Thursday, November 6, 2014

California Post-Election Day

California has a methodical, some would say slow, way of counting VBMs turned in on election day as well as provisional and damaged ballots. That'll take much of the next 28 days. They do always finish on time and count every ballot. Before 2014, Republicans always did very well in the first ballots, which are most of the VBMs that come in before election day. Then Republicans would lose ground on election day in 90-95% of the races. And then lose more ground post-election day in 90-95% of the races.

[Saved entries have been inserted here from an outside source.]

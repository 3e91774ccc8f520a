import { aboveZero, fromZeroUp } from './domain';

/** Below it the flow is laminar; above the second it is turbulent; between them nobody's equation holds. */
export const LAMINAR_BELOW = 2300;
export const TURBULENT_ABOVE = 4000;
const LOG = Math.log(10);

/** How far a value of 1/√f is from solving Colebrook's equation. */
export const colebrookResidual = (inverseRoot: number, reynolds: number, relativeRoughness: number) =>
  inverseRoot + 2 * Math.log10(relativeRoughness / 3.7 + (2.51 * inverseRoot) / reynolds);

/**
 * Friction factor f of turbulent flow by Colebrook: 1/√f = −2 log10(ε/(3.7 D) + 2.51 / (Re √f)), by Newton's method on 1/√f until it
 * no longer moves: the equation then holds to 1e-12 and better. Source: Colebrook (1939), as ASHRAE Fundamentals (2021), ch. 21, eq. 19.
 * @param reynolds Re, above 0
 * @param relativeRoughness ε/D, at most 1
 * @throws RangeError for a negative or endless amount
 */
export function colebrook(reynolds: number, relativeRoughness: number): number {
  aboveZero({ reynolds });
  fromZeroUp({ relativeRoughness });
  let x = Math.max(1, -1.8 * Math.log10((relativeRoughness / 3.7) ** 1.11 + 6.9 / Math.max(reynolds, 7.1)));
  for (let i = 0; i < 60; i += 1) {
    const inside = relativeRoughness / 3.7 + (2.51 * x) / reynolds;
    const step = colebrookResidual(x, reynolds, relativeRoughness) / (1 + (2 * 2.51) / (reynolds * inside * LOG));
    x -= step;
    if (Math.abs(step) <= 2 * Number.EPSILON * x) break;
  }
  return 1 / x ** 2;
}

/** f of laminar flow: 64 / Re. Source: Hagen and Poiseuille; ASHRAE Fundamentals (2021), ch. 21. */
export const laminar = (reynolds: number) => 64 / reynolds;

/**
 * Friction factor at any Reynolds number: laminar, turbulent, and between them a straight line from the one to the other, which has no
 * source: it only keeps the loss continuous and rising where no equation holds.
 * @throws RangeError for a negative or endless amount
 */
export function frictionFactor(reynolds: number, relativeRoughness: number): number {
  aboveZero({ reynolds });
  if (reynolds <= LAMINAR_BELOW) return laminar(reynolds);
  if (reynolds >= TURBULENT_ABOVE) return colebrook(reynolds, relativeRoughness);
  const share = (reynolds - LAMINAR_BELOW) / (TURBULENT_ABOVE - LAMINAR_BELOW);
  const [from, to] = [laminar(LAMINAR_BELOW), colebrook(TURBULENT_ABOVE, relativeRoughness)];
  return from + share * (to - from);
}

This changed in the primary, as Democrats started to emphasize VBM. Republicans did better on election day than VBM in around 3/4 of the races and improved post-election day in about 3/4. This year, in the general, Republicans improved on VBM in around 40% of all the races. That's a drop from the primary, but not the universal drop you saw before. Since VBM/election day followed a pattern closer to the primary, post-election day may follow the same. Here are the current margins and how much the district changed post-election day. So Doug Ose is winning by 2.8%. If the primary pattern is the same, this is how much the margin will increase or decrease.

CA-7 R+2.8%; R+0.6%
CA-9: D+3.0%; R+2.1%
CA-16: R+1.0%; D+1.1%
CA-24: D+3.2%; R+0.9%
CA-26: D+0.4%; R+1.2%
CA-31: D+2.0%; R+0.3%
CA-52: R+0.6%; D+0.2%

The biggest improvement was a Republican margin increase of 3.2% in CA-10 from 14.7% to 17.9%. In 2012, however, Democrats gained as much as 5.8% after election day. That swing was much larger because ballots were more mixed in the primary than in the 2012 election. CA-7, 9, and 24 are unlikely to change, but still could. CA-16, 26, 31, and 52 are far more likely to flip.

Most California counties will begin counting today and have a report by the end of the day tomorrow. How long it takes them depends on the number of ballots they have. Some counties are pretty fast and provide updates daily, while others are less frequent. You can find out who has updated their counts each day here. Once the counties report how many unprocessed ballots they have, there'll be a PDF here.

Orange county is very good and they actually counted a bunch of ballots yesterday. I’m tracking a bunch of competitive congressional, state senate, and assembly districts. Of those, the only one that I have that’s entirely within Orange county is AD-65. The Republican had 56.0% of the vote at the end of election day. The 1,745 new ballots gave her 57.8% of the vote. It's only one district on one day but it could be a sign that post-election day counting will be more like the primary.